[[ MATERIAL FOR THE TASK open ]]
/**
 * Geometry of the sub-branch ladders drawn above the trace: one row per (ΔK, K'') series, P rungs
 * hanging below the row line, R rungs standing above it, Q rungs through it; rung length grows with
 * the line's intensity. Pure: ladders in, rows and rung extents out (painted by ladderScene).
 */
import type { Ladder } from '../../physics/bandLadders';
import { lineLabelHtml } from '../../physics/lineLabel';
import type { TopShape } from '../../physics/model';

/** One row of the ladder panel: every branch (P, Q, R) of one ΔK and K''. */
export interface LadderRow {
  /** Stable key "<ΔK letter>:<K''>", e.g. "r:3" (the ladder key without its branch). */
  key: string;
  deltaK: number;
  kLower: number;
  /** Tick text for the row (markup without outside text), e.g. "<sup>r</sup>K″=3". */
  tickHtml: string;
  /** Plain label for screen readers and lists, e.g. "ΔK=+1, K''=3". */
  name: string;
  /** Row centre on the ladder axis (rows 0, 1, 2 … from the bottom). */
  y: number;
  ladders: Ladder[];
  /** Rung colour when the row belongs to one of several bands (the band's colour family); absent: by ΔK and K''. */
  colour?: string;
}

/** Row key of a ladder (ladder key without the branch letter). */
export function ladderRowKey(ladder: Pick<Ladder, 'key'>): string {
  return ladder.key.slice(0, ladder.key.lastIndexOf(':'));
}

const DELTA_K_LETTER: Record<number, string> = { [-1]: 'p', 0: 'q', 1: 'r' };

/**
 * Group ladders into rows, drop hidden rows and assign row positions: the first row of the
 * ladders' order (ΔK = +1, K'' = 0) at the top.
 * @param ladders from bandLadders (ordered by ΔK, K'', branch)
 * @param shape rotor shape (a linear molecule gets a single row without K'')
 * @param hidden row keys not to draw
 */
export function ladderRowsBuild(ladders: readonly Ladder[], shape: TopShape, hidden: ReadonlySet<string> = new Set()): LadderRow[] {
  const rows: LadderRow[] = [];
  const byKey = new Map<string, LadderRow>();
  for (const ladder of ladders) {
    const key = ladderRowKey(ladder);
    if (hidden.has(key)) continue;
    let row = byKey.get(key);
    if (!row) {
      const letter = DELTA_K_LETTER[ladder.deltaK] ?? '?';
      const linear = shape === 'linear';
      row = {
        key,
        deltaK: ladder.deltaK,
        kLower: ladder.kLower,
        tickHtml: linear ? 'band' : `<sup>${letter}</sup>K″=${ladder.kLower}`,
        name: linear ? 'band' : `ΔK=${ladder.deltaK > 0 ? '+' : ''}${ladder.deltaK}, K''=${ladder.kLower}`,
        y: 0,
        ladders: [],
      };
      byKey.set(key, row);
      rows.push(row);
    }
    row.ladders.push(ladder);
  }
  rows.forEach((row, i) => (row.y = rows.length - 1 - i));
  return rows;
}

/**
 * Vertical extent of a rung relative to its row centre (row spacing 1): P from −h to 0, R from 0
 * to +h, Q from −h to +h, with h = 0.12 + 0.3·√I so strong lines stand out and rungs of
 * neighbouring rows never touch (h ≤ 0.42).
 * @param deltaJ −1, 0, +1
 * @param intensity relative intensity (strongest line of the band = 1)
 * @returns [bottom, top] offsets from the row centre
 */
export function rungExtent(deltaJ: number, intensity: number): [number, number] {
  const h = 0.12 + 0.3 * Math.sqrt(Math.min(Math.max(intensity, 0), 1));
  if (deltaJ < 0) return [-h, 0];
  if (deltaJ > 0) return [0, h];
  return [-h, h];
}

/** The end of a rung away from its row line (where assignment markers sit). */
export function rungTip(deltaJ: number, intensity: number): number {
  const [lo, hi] = rungExtent(deltaJ, intensity);
  return deltaJ < 0 ? lo : hi;
}

/**
 * Plotly hover template of a ladder's label, J'' taken from customdata[2]: e.g.
 * "<sup>r</sup>Q<sub>3</sub>(%{text})". Our own markup, no outside text.
 */
export function ladderLabelTemplate(ladder: Pick<Ladder, 'deltaK' | 'deltaJ' | 'kLower'>, shape: TopShape): string {
  return lineLabelHtml(ladder.deltaK, ladder.deltaJ, ladder.kLower, 0, shape).replace(/\(0\)$/, '(%{text})');
}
[[ MATERIAL FOR THE TASK closed ]]
* EXERCISE AIM *
Count the lines of the listing above that include the word "bandLadders" and report the number by itself.

* RESULT FOR THIS TASK *
2